Could you return the lines below exactly, from the first line up to and including the line that holds "load as patientsPage"?

··· Records for processing

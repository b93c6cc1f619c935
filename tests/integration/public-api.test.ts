import { beforeAll, describe, expect, it } from 'vitest';
import { patients, releases, stories, storyPatients } from '$lib/server/db/schema';
import { GET as patientApi } from '../../src/routes/api/patients/[slug]/+server';
import { GET as patientsApi } from '../../src/routes/api/patients/+server';
import { GET as storiesApi } from '../../src/routes/api/stories/+server';
import { load as patientsPage } from '../../src/routes/patients/+page.server';
import { useTestDatabase } from '../setup/test-db';
import { publicEvent } from './public-event';

const db = useTestDatabase();

function patient(
	slug: string,
	name: string,
	values: Partial<typeof patients.$inferInsert> = {}
): typeof patients.$inferInsert {
	return {
		id: `id-${slug}`,
		slug,
		name,
		species: 'green',
		lifeStage: 'juvenile',
		admittedOn: '2026-03-02',
		admissionReason: 'entanglement',
		status: 'in_rehabilitation',
		...values
	};
}

beforeAll(async () => {
	await db()
		.insert(patients)
		.values([
			patient('arena', 'Arena'),
			patient('arenilla', 'Arenilla', { species: 'hawksbill', status: 'admitted' }),
			patient('salida', 'Salida', { species: 'hawksbill', status: 'released' }),
			patient('cien', '100% Tortuga', { species: 'loggerhead' }),
			patient('escondida', 'Arena Escondida', { publicTreatment: 'hidden' })
		]);
	await db()
		.insert(releases)
		.values({
			id: 'rel-salida',
			patientId: 'id-salida',
			releaseOn: '2026-04-01',
			publicArea: 'off the east point',
			habitat: 'beach',
			authorisationRef: 'REF-1',
			vetClearedBy: 'Dr. Test',
			vetClearedOn: '2026-03-30',
			doneAt: new Date('2026-04-01T10:00:00Z')
		});
	await db()
		.insert(stories)
		.values([
			{
				id: 's1',
				slug: 'arena-swims',
				title: 'Arena swims',
				kind: 'progress',
				status: 'published',
				publishedAt: new Date('2026-04-02T10:00:00Z')
			},
			{
				id: 's2',
				slug: 'arena-eats',
				title: 'Arena eats',
				kind: 'admission',
				status: 'published',
				publishedAt: new Date('2026-03-03T10:00:00Z')
			}
		]);
	await db()
		.insert(storyPatients)
		.values([
			{ storyId: 's1', patientId: 'id-arena' },
			{ storyId: 's2', patientId: 'id-arena' },
			{ storyId: 's2', patientId: 'id-escondida' }
		]);
});

async function getJson(handler: (event: never) => unknown, path: string, params = {}) {
	const response = (await handler(publicEvent(path, params))) as Response;
	return { response, body: await response.json() };
}

const slugs = (body: { patients: { slug: string }[] }) => body.patients.map((p) => p.slug).sort();

describe('GET /api/patients', () => {
	it('lists every public patient and never a hidden one', async () => {
		const { response, body } = await getJson(patientsApi, '/api/patients');
		expect(response.status).toBe(200);
		expect(slugs(body)).toEqual(['arena', 'arenilla', 'cien', 'salida']);
	});

	it('filters by species and by status, together', async () => {
		expect(slugs((await getJson(patientsApi, '/api/patients?species=hawksbill')).body)).toEqual([
			'arenilla',
			'salida'
		]);
		expect(slugs((await getJson(patientsApi, '/api/patients?status=released')).body)).toEqual([
			'salida'
		]);
		expect(
			slugs((await getJson(patientsApi, '/api/patients?species=hawksbill&status=admitted')).body)
		).toEqual(['arenilla']);
		expect(slugs((await getJson(patientsApi, '/api/patients?species=leatherback')).body)).toEqual(
			[]
		);
	});

	it('searches names case-insensitively after trimming, and takes % and _ literally', async () => {
		expect(slugs((await getJson(patientsApi, '/api/patients?q=%20%20aREn%20')).body)).toEqual([
			'arena',
			'arenilla'
		]);
		expect(slugs((await getJson(patientsApi, '/api/patients?q=100%25')).body)).toEqual(['cien']);
		expect(slugs((await getJson(patientsApi, '/api/patients?q=%25')).body)).toEqual(['cien']);
		expect(slugs((await getJson(patientsApi, '/api/patients?q=_')).body)).toEqual([]);
		// The hidden patient's name contains "Arena" too, and is still not found.
		expect(slugs((await getJson(patientsApi, '/api/patients?q=escondida')).body)).toEqual([]);
	});

	it('treats empty values (a GET form sending "all") as no filter', async () => {
		const { body } = await getJson(patientsApi, '/api/patients?species=&status=&q=%20');
		expect(slugs(body)).toHaveLength(4);
	});

	it('carries the completed release day for released patients', async () => {
		const { body } = await getJson(patientsApi, '/api/patients?status=released');
		expect(body.patients[0]).toMatchObject({ slug: 'salida', releasedOn: '2026-04-01' });
	});

	it.each([
		['species=dolphin', /species must be one of/],
		['status=lost', /status must be one of/],
		[`q=${'a'.repeat(61)}`, /at most 60 characters/],
		['species=green&species=hawksbill', /at most once/]
	])('refuses %s with 400 and a JSON message', async (query, message) => {
		const { response, body } = await getJson(patientsApi, `/api/patients?${query}`);
		expect(response.status).toBe(400);
		expect(response.headers.get('content-type')).toMatch(/application\/json/);
		expect(body.message).toMatch(message);
		expect(response.headers.get('etag')).toBeNull();
	});

	it('accepts a search of exactly 60 characters', async () => {
		const { response } = await getJson(patientsApi, `/api/patients?q=${'a'.repeat(60)}`);
		expect(response.status).toBe(200);
	});

	it('answers 304 to a matching If-None-Match, and 200 when the list changed', async () => {
		const first = (await patientsApi(publicEvent('/api/patients?species=green'))) as Response;
		const etag = first.headers.get('etag')!;
		expect(etag).toMatch(/^"[\w-]{43}"$/);
		expect(first.headers.get('cache-control')).toBe('public, max-age=60');

		const again = (await patientsApi(
			publicEvent('/api/patients?species=green', {}, { 'if-none-match': etag })
		)) as Response;
		expect(again.status).toBe(304);
		expect(await again.text()).toBe('');

		const other = (await patientsApi(
			publicEvent('/api/patients?species=hawksbill', {}, { 'if-none-match': etag })
		)) as Response;
		expect(other.status).toBe(200);
	});
});

describe('GET /api/patients/[slug]', () => {
	it('returns the public profile with its public release area', async () => {
		const { response, body } = await getJson(patientApi, '/api/patients/salida', {
			slug: 'salida'
		});
		expect(response.status).toBe(200);
		expect(body.patient).toMatchObject({
			slug: 'salida',
			release: { releaseOn: '2026-04-01', publicArea: 'off the east point' }
		});
		expect(JSON.stringify(body)).not.toMatch(/REF-1|Dr\. Test|authorisation|vetCleared/);
	});

	it('answers the same JSON 404 for a hidden and an unknown patient', async () => {
		for (const slug of ['escondida', 'nobody']) {
			const { response, body } = await getJson(patientApi, `/api/patients/${slug}`, { slug });
			expect(response.status).toBe(404);
			expect(body).toEqual({ message: 'There is no public patient at this address.' });
		}
	});

	it('answers 304 to a matching If-None-Match', async () => {
		const first = (await patientApi(
			publicEvent('/api/patients/arena', { slug: 'arena' })
		)) as Response;
		const again = (await patientApi(
			publicEvent(
				'/api/patients/arena',
				{ slug: 'arena' },
				{ 'if-none-match': first.headers.get('etag')! }
			)
		)) as Response;
		expect(again.status).toBe(304);
	});
});

describe('GET /api/stories', () => {
	it("lists a patient's published stories newest first, naming public patients only", async () => {
		const { response, body } = await getJson(storiesApi, '/api/stories?patient=arena');
		expect(response.status).toBe(200);
		expect(body.stories.map((s: { slug: string }) => s.slug)).toEqual([
			'arena-swims',
			'arena-eats'
		]);
		expect(body.stories[1].patients).toEqual([{ slug: 'arena', name: 'Arena', species: 'green' }]);
		expect(JSON.stringify(body)).not.toMatch(/escondida/i);
	});

	it('answers 404 for a hidden or unknown patient and 400 for a malformed one', async () => {
		expect((await getJson(storiesApi, '/api/stories?patient=escondida')).response.status).toBe(404);
		expect((await getJson(storiesApi, '/api/stories?patient=nobody')).response.status).toBe(404);
		const bad = await getJson(storiesApi, '/api/stories?patient=../etc');
		expect(bad.response.status).toBe(400);
		expect(bad.body.message).toMatch(/patient/);
	});

	it.each(['kind=rumour', 'limit=0', 'limit=51', 'limit=ten', 'before=yesterday'])(
		'refuses %s with 400',
		async (query) => {
			const { response, body } = await getJson(storiesApi, `/api/stories?${query}`);
			expect(response.status).toBe(400);
			expect(typeof body.message).toBe('string');
		}
	);

	it('pages with limit and before, and filters by kind', async () => {
		const first = await getJson(storiesApi, '/api/stories?limit=1');
		expect(first.body.stories.map((s: { slug: string }) => s.slug)).toEqual(['arena-swims']);
		const next = await getJson(
			storiesApi,
			`/api/stories?limit=1&before=${encodeURIComponent(first.body.next)}`
		);
		expect(next.body.stories.map((s: { slug: string }) => s.slug)).toEqual(['arena-eats']);
		const kind = await getJson(storiesApi, '/api/stories?kind=admission');
		expect(kind.body.stories.map((s: { slug: string }) => s.slug)).toEqual(['arena-eats']);
	});

	it('answers 304 to a matching If-None-Match', async () => {
		const first = (await storiesApi(publicEvent('/api/stories?patient=arena'))) as Response;
		const again = (await storiesApi(
			publicEvent('/api/stories?patient=arena', {}, { 'if-none-match': first.headers.get('etag')! })
		)) as Response;
		expect(again.status).toBe(304);
	});
});

describe('/patients page load', () => {
	it('renders the first view from the query string, as the API would', async () => {
		const data = (await patientsPage(publicEvent('/patients?species=hawksbill&q=sal'))) as {
			patients: { slug: string }[];
			filters: unknown;
			problem: string | null;
			today: string;
		};
		expect(data.patients.map((p) => p.slug)).toEqual(['salida']);
		expect(data.filters).toEqual({ species: 'hawksbill', q: 'sal' });
		expect(data.problem).toBeNull();
		expect(data.today).toMatch(/^\d{4}-\d{2}-\d{2}$/);
	});

	it('drops a bad value with a message and keeps the good ones', async () => {
		const data = (await patientsPage(publicEvent('/patients?species=dolphin&status=released'))) as {
			patients: { slug: string }[];
			filters: unknown;
			problem: string | null;
		};
		expect(data.filters).toEqual({ status: 'released' });
		expect(data.patients.map((p) => p.slug)).toEqual(['salida']);
		expect(data.problem).toMatch(/species must be one of/);
	});
});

······

• **Answer section**:
repository b93c6cc1f619c935
filename tests/integration/public-api.test.ts
import { beforeAll, describe, expect, it } from 'vitest';
import { patients, releases, stories, storyPatients } from '$lib/server/db/schema';
import { GET as patientApi } from '../../src/routes/api/patients/[slug]/+server';
import { GET as patientsApi } from '../../src/routes/api/patients/+server';
import { GET as storiesApi } from '../../src/routes/api/stories/+server';
import { load as patientsPage } from '../../src/routes/patients/+page.server';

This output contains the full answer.